How to elegantly and imperatively generate the nth string of an alphabet?


Given an alphabet such as: ["a","b","c","d"], the sequence of all strings made up from characters of that alphabet is:

""
"a"
"b"
"c"
"d"
"aa"
"ab"
"ac"
...

Haskell can generate the nth element of that sequence elegantly and recursively:

nth :: Int -> String
nth n = reverse $ alphabet !! n where
    alphabet = [""] ++ concatMap (\ str -> map (: str) "abcd") alphabet

But that's inefficient.

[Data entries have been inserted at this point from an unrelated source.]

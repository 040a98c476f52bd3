import { describe, expect, it } from 'vitest';
import { planHome } from '@/lib/care';
import { deferralChoices, waitWords } from '@/lib/care/deferral-choices';
import { type CareHome } from '@/lib/care/types';
import { careHome, careRecord } from '@/tests/fixtures/care-home';

const today = '2026-03-20';
const choice = (home: CareHome, kind: 'restain' | 'wash' | 'recaulk', on = today) => {
  const items = planHome(home, on).walls.flatMap((wall) => wall.items).filter((item) => item.kind === kind);
  const [one] = deferralChoices(home, items, on);
  if (!one) throw new Error('nothing to put off');
  return one;
};

// The fixture's wall: coat life 66 months, season May to September, 25.08 m², stripping $14 a m².
describe('the price of waiting', () => {
  it('is the share of the coat that is left when the later season opens, and the months without one', () => {
    // Used up on 10 December 2026; from then to 1 May 2027 are 142 days, 4.66 of 66 months: −7 %.
    const one = choice(careHome({ records: [careRecord('restain', '2021-06-10')] }), 'restain');
    expect(one).toMatchObject({ notBefore: '2027-05-01', after: { window: { opensOn: '2027-05-01', closesOn: '2027-09-30' } }, price: { monthsBare: 5, stripCents: 0, stripsAnyway: false } });
    expect(one.price?.leftThen).toBeCloseTo(-142 / 30.44 / 66, 6);
    expect(one.price?.explanation.value).toBe('−7 %');
    expect(waitWords(one)).toBe('Moves from May 1 – September 30, 2026 to May 1 – September 30, 2027. By then the wall has stood 5 months past the end of its coat.');
  });

  it('is stripping, at the home’s price, for a coat that waiting makes too old', () => {
    // A water repellent of 24 months (1–3 years, severity 0.5) of 10 June 2024, used up on 10 June 2026; on 1 May 2027 it is 10.7 months past: more than 0.15 of 24.
    const home = careHome({ records: [careRecord('restain', '2024-06-10', { finish: 'water-repellent' })] });
    expect(choice(home, 'restain').price).toMatchObject({ stripCents: Math.round(25.08 * 1400), stripsAnyway: false });
    // A year on it is too old in any case: waiting does not add to that.
    const late = choice(home, 'restain', '2026-12-01');
    expect(late.price).toMatchObject({ stripCents: 0, stripsAnyway: true });
    expect(waitWords(late)).toMatch(/stripped first in any case\.$/);
  });

  it('is nothing while the film lasts', () => {
    const one = choice(careHome({ records: [careRecord('recaulk', '2020-01-12')] }), 'recaulk');
    // Caulk of 90 months, used up on 12 July 2027, window May to 10 September 2027; the next opens in May 2028.
    expect(one.price?.monthsBare).toBe(10);
    expect(waitWords(choice(careHome(), 'wash'))).toMatch(/^Moves from .* 2026 to .* 2027\.$/);
  });
});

Using base conversions, you could try generating it imperatively as (using JavaScript just for demonstration):

function nth(n) {
  var str = "";
  while (n > 0) {
    str += String.fromCharCode(97 + n % 4);
    n = Math.floor(n / 4);
  }
  return str;
};

for (var i = 0; i < 64; ++i) {
  console.log(nth(i));
}

But that actually generates the following sequence:

""
"b"
"c"
"d"
"ab"
"bb"
"cb"
"db"
"ac"
"bc"
"cc"
"dc"
"ad"
"bd"
"cd"
"dd"
"aab"

Which is not what was desired: notice the missing "a", "aa", "ba", etc. I'm probably missing some simple operation to fixes the imperative implementation, thus, my question is: is there any elegant way to imperatively generate the nth string of an alphabet?


Solution

  • Insert n-- at the beginning of the while loop. If you want the results in short lexicographic order, reverse the string before printing.